Synthetic marijuana goes by many names.
Overdoses on synthetic cannabis sent people to the hospital in Minneapolis at least 60 times last week, causing hallucinations and violent behavior in some users, while leaving others nearly “comatose,” health officials said.
The number of emergency calls involving suspected overdoses in the city was double that number, from midnight Sept. 29 through Sunday afternoon, officials said.
“This is the biggest outbreak in Minnesota that I’m aware of since 2015,” said Dr. Jon Cole, medical director of the Minnesota Poison Control System, the statewide agency that monitors drug overdoses. “This alone is going to change the numbers from 2017 and would increase it almost certainly from 2016.”
So far, none of the cases has been fatal, officials said.
The vast majority of the patients were treated at Hennepin County Medical Center, said Cole, a physician there.
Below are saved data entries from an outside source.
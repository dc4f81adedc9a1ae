"""One calibration curve: the policy that judges it, its inputs and the records of its review.

:func:`prepare` and :func:`read_calibration` run in the pipeline (they read the workbook, once per
regression, and only for a regression judged as a calibration); the arithmetic that fills a
:class:`CurveReview` is :func:`auditor.design.calibration_review.review_curve`.
"""

from __future__ import annotations

import functools
from collections.abc import Mapping
from dataclasses import dataclass, field

import numpy as np

from auditor.design.inputs import DesignInputs
from auditor.evaluation.evaluator import Evaluator
from auditor.extract.record import Extracted
from auditor.fit.calibration import (
    CoefficientTest,
    FloatArray,
    LimitBasis,
    LineFit,
    ReadOff,
    StandardsVerdict,
)
from auditor.fit.calibration_shape import CurvatureResult, RunsResult, SpreadTest
from auditor.fit.weights import WeightingEffect
from auditor.formula.syntax import Node
from auditor.locate.calibration_cells import CurveReader, ReadBack, SampleReading
from auditor.locate.calibration_labels import (
    Curve,
    LabelledFigure,
    WeightedCell,
    curve_of,
    labelled_figures,
    weighted_cells,
)
from auditor.locate.calibration_targets import TargetTest, target_tests
from auditor.locate.job import AUTO, JobDecision, decide, header_rows, read_signs
from auditor.locate.spec import RegressionSpec
from auditor.policy import Policy, load_policy
from auditor.read.workbook import Workbook

CALIBRATION_KEY = "standards_tolerance"  # a policy that sets it judges calibration curves


def judges_calibration(policy: Policy) -> bool:
    return policy.find(CALIBRATION_KEY) is not None


@dataclass
class CalibrationInputs:
    decision: JobDecision
    curve: Curve | None = None
    rows: list[int] = field(default_factory=list)  # the data row of each curve point
    read_backs: list[ReadBack] = field(default_factory=list)
    samples: list[SampleReading] = field(default_factory=list)
    target_tests: list[TargetTest] = field(default_factory=list)
    lods: list[LabelledFigure] = field(default_factory=list)
    loqs: list[LabelledFigure] = field(default_factory=list)
    blank_sd: LabelledFigure | None = None
    weighted: list[WeightedCell] = field(default_factory=list)
    cached: CurveReview | None = None
    error: str = ""
    curve_name: str = ""  # the y column's header, for the run summary


def read_calibration(
    workbook: Workbook,
    evaluator: Evaluator,
    spec: RegressionSpec,
    data: Extracted,
    parsed: Mapping[tuple[str, int, int], Node],
    texts: list[tuple[str, str]],
    decision: JobDecision,
) -> CalibrationInputs:
    inputs = CalibrationInputs(decision, curve_name=(header_rows(workbook, spec.y) or [""])[0])
    inputs.curve = curve_of(data, spec.intercept, spec.x_columns)
    inputs.rows = [p.row for p in data.points if p.used]
    if inputs.curve is None:
        return inputs
    reader = CurveReader(workbook, evaluator, spec, parsed)
    inputs.read_backs, inputs.samples = reader.readings()
    inputs.target_tests = target_tests(reader)
    inputs.lods, inputs.loqs, inputs.blank_sd = labelled_figures(reader, texts)
    inputs.weighted = weighted_cells(reader, data)
    _release(spec, inputs)
    return inputs


def _release(spec: RegressionSpec, inputs: CalibrationInputs) -> None:
    """Cells of a weighted fit or of a test against 1 belong to those: the calibration checks
    judge them, so they are not compared with the unweighted line's statistic of the same name
    (a weighted slope is not a wrong slope; t of slope = 1 is not a wrong t of slope = 0)."""
    claimed = {w.cell for w in inputs.weighted} | {t.cell for t in inputs.target_tests}
    for key in [k for k, s in spec.stats.items() if s.cell.address in claimed]:
        del spec.stats[key]


@dataclass(frozen=True)
class SampleCheck:
    reading: SampleReading
    found: ReadOff  # from the curve (intended)
    agrees: bool | None  # the author's value against the recomputed one (None: no value)


@dataclass(frozen=True)
class LimitCheck:
    figure: LabelledFigure
    kind: str  # "LOD" | "LOQ"
    reproduced_by: str | None  # the σ whose limit reproduces the figure
    candidates: list[tuple[str, float]]  # (σ name, limit) tried


@dataclass
class CurveReview:
    curve: Curve
    line: LineFit
    nominal: FloatArray
    back: FloatArray
    deviations: FloatArray
    standards: StandardsVerdict | None
    spread: SpreadTest | None
    effects: list[WeightingEffect]
    runs: RunsResult | None
    bend: CurvatureResult | None
    limits: list[LimitBasis]
    limit_checks: list[LimitCheck]
    samples: list[SampleCheck]
    intercept_zero: CoefficientTest
    slope_one: CoefficientTest
    calibrated_range: tuple[float, float]


@functools.cache
def builtin_policy(name: str) -> Policy:
    return load_policy(name)


def prepare(
    workbook: Workbook,
    evaluator: Evaluator,
    spec: RegressionSpec,
    data: Extracted,
    design: DesignInputs,
    parsed: Mapping[tuple[str, int, int], Node],
    requested: Policy,
    counted: tuple[np.ndarray, np.ndarray] | None = None,
) -> tuple[Policy, JobDecision, CalibrationInputs | None]:
    """The policy that judges one regression, why, and (for a calibration) what it reads;
    ``counted``: the distinct values of x's (only) column and their counts, when known."""
    reads_back = any(p.how == "(y − b0)/b1" for p in design.predictions)
    x_values = np.asarray(data.x, dtype=float)
    x_first = x_values[:, 0] if x_values.ndim == 2 and x_values.shape[1] else x_values
    signs = read_signs(
        workbook,
        spec.x,
        spec.y,
        x_first,
        [t for t, _ in design.texts[:40]] + [spec.label],
        reads_back,
        counted,
    )
    decision = decide(requested.name, signs)
    policy = requested if requested.name != AUTO else builtin_policy(decision.policy)
    if not judges_calibration(policy):
        return policy, decision, None
    texts = design.texts
    return (
        policy,
        decision,
        read_calibration(workbook, evaluator, spec, data, parsed, texts, decision),
    )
A spokesman for North Memorial Medical Center in Robbinsdale declined to say Monday whether the hospital had also seen a recent increase in emergency room admissions for synthetic cannabis — commonly referred to as “K-2” or “Spice” — saying that such statistics weren’t readily available.
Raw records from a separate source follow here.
"""What the workbook says around a regression that the design checks need.

The checks see plain data (a ``RegressionContext``), never the workbook; this module reads, once
per regression, the few things they need from it:

* the words near the result (for the claim: "Conclusion: no effect of humidity");
* a stated slope that matters ("Slope that matters: 0.05") or working range ("Working range:
  2 | 20"), typed in the cell right of (or below) its label;
* every prediction the workbook makes from this regression: ``FORECAST(x, y, x)``,
  ``TREND(y, x, new_x)``, a hand-built ``b0 + b1*x`` over the slope and intercept cells, or an
  inverse prediction ``(y - b0)/b1`` (a calibration reading), with the x it predicts at.

Wiring (auditor/audit.py): ``inputs = read_design_inputs(workbook, evaluator, spec, parsed)``,
passed to the checks as ``RegressionContext.design_inputs``.
"""

from __future__ import annotations

import re
from collections.abc import Iterator, Mapping
from dataclasses import dataclass, field

import numpy as np

from auditor.compare.precision import parse_text_number
from auditor.design.prediction_index import PredictionCells
from auditor.design.prediction_refs import cell_key, coord, is_cell, other_operand, refers_to
from auditor.design.window import TextCells
from auditor.errors import FormulaError
from auditor.evaluation.evaluator import Evaluator, Fault, Unsupported
from auditor.formula.syntax import Binary, Call, Node, RefNode, parse, walk
from auditor.locate.locator import RegressionSpec
from auditor.locate.spec import overlaps
from auditor.read.workbook import Cell, Workbook

WINDOW_ROWS = (6, 14)  # rows above the result block, rows below it
WINDOW_COLS = (6, 8)
MAX_PREDICTIONS = 10_000  # a whole column of fitted values is read, not a million rows

_MATTERS = re.compile(
    r"(slope|effect|change|difference)\s+(that\s+matters|of\s+interest|to\s+detect)|"
    r"(smallest|minimum|least)\s+(relevant|important|meaningful|detectable)\s+(slope|effect)|"
    r"relevant\s+slope",
    re.I,
)
_WORKING_RANGE = re.compile(
    r"(working|calibrat\w*|reporting|measuring)\s+range|range\s+of\s+use", re.I
)
_RANGE_TEXT = re.compile(r"^\s*(-?[\d.,]+)\s*(?:-|–|—|to|\.\.)\s*(-?[\d.,]+)")


@dataclass(frozen=True)
class Prediction:
    cell: str  # "Sheet!A1"
    x: float  # the x the line is used at
    how: str  # "FORECAST", "TREND", "b0 + b1·x", "(y − b0)/b1"
    shown: float | None = None  # the stored value of a cell that is the bare FORECAST/TREND call
    reads: tuple[str, str] | None = None  # (y, x) ranges that call fits


@dataclass
class DesignInputs:
    texts: list[tuple[str, str]] = field(default_factory=list)  # (text, cell), nearest first
    predictions: list[Prediction] = field(default_factory=list)
    slope_that_matters: float | None = None
    slope_that_matters_cell: str | None = None
    working_range: tuple[float, float] | None = None
    working_range_cell: str | None = None


def _numbers(value: object) -> list[float]:
    """Every finite number in an evaluated value (a scalar or a block)."""
    items = value.ravel().tolist() if isinstance(value, np.ndarray) else [value]
    out = []
    for item in items[:MAX_PREDICTIONS]:
        if isinstance(item, bool) or not isinstance(item, (int, float)):
            continue
        if np.isfinite(item):
            out.append(float(item))
    return out


class DesignInputReader:
    """Reads design inputs for each regression of one workbook (formulas parsed once)."""

    def __init__(
        self,
        workbook: Workbook,
        evaluator: Evaluator,
        parsed: Mapping[tuple[str, int, int], Node] | None = None,
    ) -> None:
        self.workbook = workbook
        self.evaluator = evaluator
        if parsed is None:
            parsed = {}
            for cell in workbook.formula_cells():
                try:
                    parsed[(cell.sheet, cell.row, cell.col)] = parse(
                        cell.formula or "", cell.sheet, workbook
                    )
                except FormulaError:
                    continue  # reported by the formula checks; nothing to predict from here
        self.parsed = parsed
        self._texts_by_row = TextCells(workbook)  # the words of each window, found by rows
        self._prediction_cells: PredictionCells | None = None  # made on first use

    def read(self, spec: RegressionSpec) -> DesignInputs:
        inputs = DesignInputs()
        anchors = [s.cell for s in spec.stats.values()] + [u.cell for u in spec.uses]
        if not anchors:
            anchors = [Cell(spec.y.sheet, spec.y.r1, spec.y.c2 + 1, None)]
        window = list(self._window(anchors))  # walked once, read twice
        inputs.texts = self._texts(window)
        self._stated_values(inputs, window)
        inputs.predictions = list(self._predictions(spec))
        return inputs

    # -- words and stated values -------------------------------------------------------------
    def _window(self, anchors: list[Cell]) -> Iterator[tuple[int, Cell]]:
        """Cells holding text around the result block on its sheet, nearest (to any anchor)
        first: the words and labels both readers of the window look for."""
        sheet = self.workbook.sheet(anchors[0].sheet)
        if sheet is None:
            return
        same = [a for a in anchors if a.sheet.lower() == sheet.name.lower()]
        r1 = min(a.row for a in same) - WINDOW_ROWS[0]
        r2 = max(a.row for a in same) + WINDOW_ROWS[1]
        c1 = min(a.col for a in same) - WINDOW_COLS[0]
        c2 = max(a.col for a in same) + WINDOW_COLS[1]
        inside = self._texts_by_row.inside(sheet, r1, c1, r2, c2)
        if not inside:
            return
        places = np.array([key for key, _ in inside], dtype=np.int64)
        corners = np.array([(a.row, a.col) for a in same], dtype=np.int64)
        # The distance to the nearest anchor (rows plus columns); by distance, row, column.
        distance = np.abs(places[:, None, :] - corners[None, :, :]).sum(axis=2).min(axis=1)
        for i in np.lexsort((places[:, 1], places[:, 0], distance)).tolist():
            yield int(distance[i]), inside[i][1]

    def _texts(self, window: list[tuple[int, Cell]]) -> list[tuple[str, str]]:
        return [
            (cell.value, cell.address)
            for _, cell in window
            if isinstance(cell.value, str) and not cell.formula and cell.value.strip()
        ]

    def _value_beside(self, label: Cell) -> tuple[object, Cell] | None:
        for dr, dc in ((0, 1), (0, 2), (1, 0)):
            cell = self.workbook.cell(label.sheet, label.row + dr, label.col + dc)
            if cell is not None and cell.value is not None:
                value = self.evaluator.cell_value(cell.sheet, cell.row, cell.col)
                return value, cell
        return None

    def _stated_values(self, inputs: DesignInputs, window: list[tuple[int, Cell]]) -> None:
        for _, cell in window:
            if not isinstance(cell.value, str) or cell.formula:
                continue
            if inputs.slope_that_matters is None and _MATTERS.search(cell.value):
                beside = self._value_beside(cell)
                if beside and isinstance(beside[0], (int, float)) and beside[0] != 0:
                    inputs.slope_that_matters = abs(float(beside[0]))
                    inputs.slope_that_matters_cell = beside[1].address
            if inputs.working_range is None and _WORKING_RANGE.search(cell.value):
                stated = self._range_beside(cell)
                if stated is not None:
                    inputs.working_range, inputs.working_range_cell = stated

    def _range_beside(self, label: Cell) -> tuple[tuple[float, float], str] | None:
        first = self.workbook.cell(label.sheet, label.row, label.col + 1)
        second = self.workbook.cell(label.sheet, label.row, label.col + 2)
        if first is None:
            return None
        low = self.evaluator.cell_value(first.sheet, first.row, first.col)
        if isinstance(low, str):
            match = _RANGE_TEXT.match(low)
            if match:
                a, b = parse_text_number(match.group(1)), parse_text_number(match.group(2))
                if a is not None and b is not None:
                    return (min(a, b), max(a, b)), first.address
            return None
        if second is None:
            return None
        high = self.evaluator.cell_value(second.sheet, second.row, second.col)
        ends = _numbers(np.array([low, high], dtype=object))
        if len(ends) == 2 and not any(isinstance(v, bool) for v in (low, high)):
            return (min(ends), max(ends)), first.address
        return None

    # -- predictions --------------------------------------------------------------------------
    def _evaluate(self, node: Node, sheet: str) -> list[float]:
        try:
            return _numbers(self.evaluator.evaluate(node, sheet))
        except (Unsupported, Fault, FormulaError, ArithmeticError, ValueError):
            return []  # a prediction whose x cannot be computed is not judged

    def _predictions(self, spec: RegressionSpec) -> Iterator[Prediction]:
        slope_cells = {
            cell_key(s.cell) for k, s in spec.stats.items() if k.split("@")[0] == "slope"
        }
        intercept_cells = {
            cell_key(s.cell) for k, s in spec.stats.items() if k.split("@")[0] == "intercept"
        }
        own = {cell_key(s.cell) for s in spec.stats.values()} | {
            cell_key(u.cell) for u in spec.uses
        }
        if self._prediction_cells is None:
            self._prediction_cells = PredictionCells(self.parsed, self.workbook)
        for key, node, shapes in self._prediction_cells.for_slopes(slope_cells):
            if (key[0].lower(), key[1], key[2]) in own:
                continue
            found = list(
                self._predictions_in(node, key[0], spec, slope_cells, intercept_cells, shapes)
            )
            if not found:
                continue
            address = f"{key[0]}!{coord(key[1], key[2])}"
            shown, reads = self._bare_call(key, node) if len(found) == 1 else (None, None)
            for x, how in found:
                yield Prediction(address, x, how, shown, reads)

    def _bare_call(
        self, key: tuple[str, int, int], node: Node
    ) -> tuple[float | None, tuple[str, str] | None]:
        """The value a FORECAST or TREND cell shows, and the ranges its line is fitted to."""
        if not isinstance(node, Call) or node.name not in ("FORECAST", "FORECAST.LINEAR", "TREND"):
            return None, None
        y_node, x_node = node.args[1:3] if node.name != "TREND" else node.args[0:2]
        cell = self.workbook.cell(*key)
        value = cell.value if cell is not None and self.workbook.stored_values else None
        if not isinstance(y_node, RefNode) or not isinstance(x_node, RefNode):
            return None, None
        if isinstance(value, bool) or not isinstance(value, (int, float)):
            return None, None
        return float(value), (y_node.ref.address, x_node.ref.address)

    def _predictions_in(
        self,
        node: Node,
        sheet: str,
        spec: RegressionSpec,
        slope_cells: set[tuple[str, int, int]],
        intercept_cells: set[tuple[str, int, int]],
        shapes: list[Node] | None = None,
    ) -> Iterator[tuple[float, str]]:
        for sub in walk(node) if shapes is None else shapes:
            if isinstance(sub, Call) and sub.name in ("FORECAST", "FORECAST.LINEAR"):
                if len(sub.args) == 3 and self._known(sub.args[1], sub.args[2], spec):
                    for x in self._evaluate(sub.args[0], sheet):
                        yield x, "FORECAST"
            elif isinstance(sub, Call) and sub.name == "TREND" and len(sub.args) >= 3:
                if self._known(sub.args[0], sub.args[1], spec):
                    for x in self._evaluate(sub.args[2], sheet):
                        yield x, "TREND"
            elif isinstance(sub, Binary) and sub.op == "*" and intercept_cells:
                other = other_operand(sub, slope_cells)
                if other is not None and refers_to(node, intercept_cells):
                    for x in self._evaluate(other, sheet):
                        yield x, "b0 + b1·x"
            elif isinstance(sub, Binary) and sub.op == "/" and is_cell(sub.right, slope_cells):
                left = sub.left
                if isinstance(left, Binary) and left.op == "-":
                    own = isinstance(left.left, RefNode) and overlaps(left.left.ref, spec.y)
                    if is_cell(left.right, intercept_cells) and not own:  # not a read-back
                        for x in self._evaluate(sub, sheet):
                            yield x, "(y − b0)/b1"

    def _known(self, y_node: Node, x_node: Node, spec: RegressionSpec) -> bool:
        return (
            isinstance(y_node, RefNode)
            and isinstance(x_node, RefNode)
            and overlaps(y_node.ref, spec.y)
            and overlaps(x_node.ref, spec.x)
        )


def read_design_inputs(
    workbook: Workbook,
    evaluator: Evaluator,
    spec: RegressionSpec,
    parsed: Mapping[tuple[str, int, int], Node] | None = None,
) -> DesignInputs:
    """One regression's design inputs (build a DesignInputReader to share the parse)."""
    return DesignInputReader(workbook, evaluator, parsed).read(spec)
While many versions are illegal, the cheap, potent drug is sold online and at convenience stores, head shops and gas stations with exotic-sounding nicknames like “AK-47” and “Scooby Snax.” Its effects, authorities say, can be dangerous, and in some cases life-threatening. A quickened heart rate and seizures are common side effects.
Still, while the number of hospital admissions for synthetic cannabis is far below those for highly addictive “hard” drugs like heroin and cocaine, the startling spike in the number of people overdosing on K-2 has local officials’ attention.
“It would be much more typical for us to have one [or] maybe two in one day,” said Cole.
All of the reported cases occurred in the west metro, he said. Last summer, K-2 was blamed for a number of overdoses near the old Dorothy Day homeless shelter in downtown St. Paul.
Police scanner traffic suggested that at least four people overdosed on K-2 at a downtown Minneapolis light-rail station one afternoon last week.
Regulation is difficult, authorities say, because the drugs’ manufacturers are constantly tweaking the recipes of their drugs, which mimic the effects of naturally grown marijuana but can be many times more potent, to skirt existing laws.
And unlike with opioids, the effects of which can be reversed with the drug naloxone, there is no antidote for the various versions of synthetic cannabis available on the streets, he said. Each patient is treated on a case-by-case basis, based on his or her symptoms, he said. Cole said that some users hallucinate and become anxious and violent, while others turn “comatose,” their heart rates dropping well below normal.